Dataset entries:
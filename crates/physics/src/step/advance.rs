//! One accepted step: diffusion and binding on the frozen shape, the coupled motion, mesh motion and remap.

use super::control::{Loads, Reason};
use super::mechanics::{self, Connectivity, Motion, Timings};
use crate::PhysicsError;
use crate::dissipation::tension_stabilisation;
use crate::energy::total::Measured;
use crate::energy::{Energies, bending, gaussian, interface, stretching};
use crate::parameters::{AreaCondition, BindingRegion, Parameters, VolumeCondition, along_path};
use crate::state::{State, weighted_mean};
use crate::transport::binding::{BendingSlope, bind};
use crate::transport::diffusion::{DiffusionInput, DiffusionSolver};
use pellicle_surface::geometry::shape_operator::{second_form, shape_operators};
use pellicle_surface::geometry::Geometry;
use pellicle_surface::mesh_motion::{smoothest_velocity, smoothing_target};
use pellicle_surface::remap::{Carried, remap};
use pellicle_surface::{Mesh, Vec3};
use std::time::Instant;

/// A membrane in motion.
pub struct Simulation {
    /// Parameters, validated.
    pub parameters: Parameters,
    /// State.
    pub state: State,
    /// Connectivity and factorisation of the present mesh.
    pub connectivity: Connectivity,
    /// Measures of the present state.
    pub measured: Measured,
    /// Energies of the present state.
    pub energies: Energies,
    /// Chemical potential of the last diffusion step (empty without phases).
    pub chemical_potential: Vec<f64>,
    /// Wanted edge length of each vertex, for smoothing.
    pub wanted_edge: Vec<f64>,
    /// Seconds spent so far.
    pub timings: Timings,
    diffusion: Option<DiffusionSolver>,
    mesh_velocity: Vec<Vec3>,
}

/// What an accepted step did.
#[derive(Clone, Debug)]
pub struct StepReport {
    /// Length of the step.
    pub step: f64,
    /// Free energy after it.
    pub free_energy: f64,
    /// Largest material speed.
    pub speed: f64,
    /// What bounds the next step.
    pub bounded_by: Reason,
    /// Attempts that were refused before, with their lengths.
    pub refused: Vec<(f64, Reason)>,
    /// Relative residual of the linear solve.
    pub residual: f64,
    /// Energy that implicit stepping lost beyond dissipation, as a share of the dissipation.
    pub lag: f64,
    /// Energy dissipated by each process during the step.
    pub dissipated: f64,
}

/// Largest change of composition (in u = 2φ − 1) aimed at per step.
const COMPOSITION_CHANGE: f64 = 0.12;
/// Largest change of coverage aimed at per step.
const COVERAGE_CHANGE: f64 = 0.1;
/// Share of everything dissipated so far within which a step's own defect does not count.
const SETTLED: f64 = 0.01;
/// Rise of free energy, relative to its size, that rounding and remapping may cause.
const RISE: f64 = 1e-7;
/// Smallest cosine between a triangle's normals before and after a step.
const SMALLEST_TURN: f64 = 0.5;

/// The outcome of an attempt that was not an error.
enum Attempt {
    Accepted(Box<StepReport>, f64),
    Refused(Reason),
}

Exercise details: Beginning with the first line above, could you copy every line exactly, up to and including the one with "the present mesh."?

Task result:
filename crates/physics/src/step/advance.rs
//! One accepted step: diffusion and binding on the frozen shape, the coupled motion, mesh motion and remap.

use super::control::{Loads, Reason};
use super::mechanics::{self, Connectivity, Motion, Timings};
use crate::PhysicsError;
use crate::dissipation::tension_stabilisation;
use crate::energy::total::Measured;
use crate::energy::{Energies, bending, gaussian, interface, stretching};
use crate::parameters::{AreaCondition, BindingRegion, Parameters, VolumeCondition, along_path};
use crate::state::{State, weighted_mean};
use crate::transport::binding::{BendingSlope, bind};
use crate::transport::diffusion::{DiffusionInput, DiffusionSolver};
use pellicle_surface::geometry::shape_operator::{second_form, shape_operators};
use pellicle_surface::geometry::Geometry;
use pellicle_surface::mesh_motion::{smoothest_velocity, smoothing_target};
use pellicle_surface::remap::{Carried, remap};
use pellicle_surface::{Mesh, Vec3};
use std::time::Instant;

/// A membrane in motion.
pub struct Simulation {
    /// Parameters, validated.
    pub parameters: Parameters,
    /// State.
    pub state: State,
    /// Connectivity and factorisation of the present mesh.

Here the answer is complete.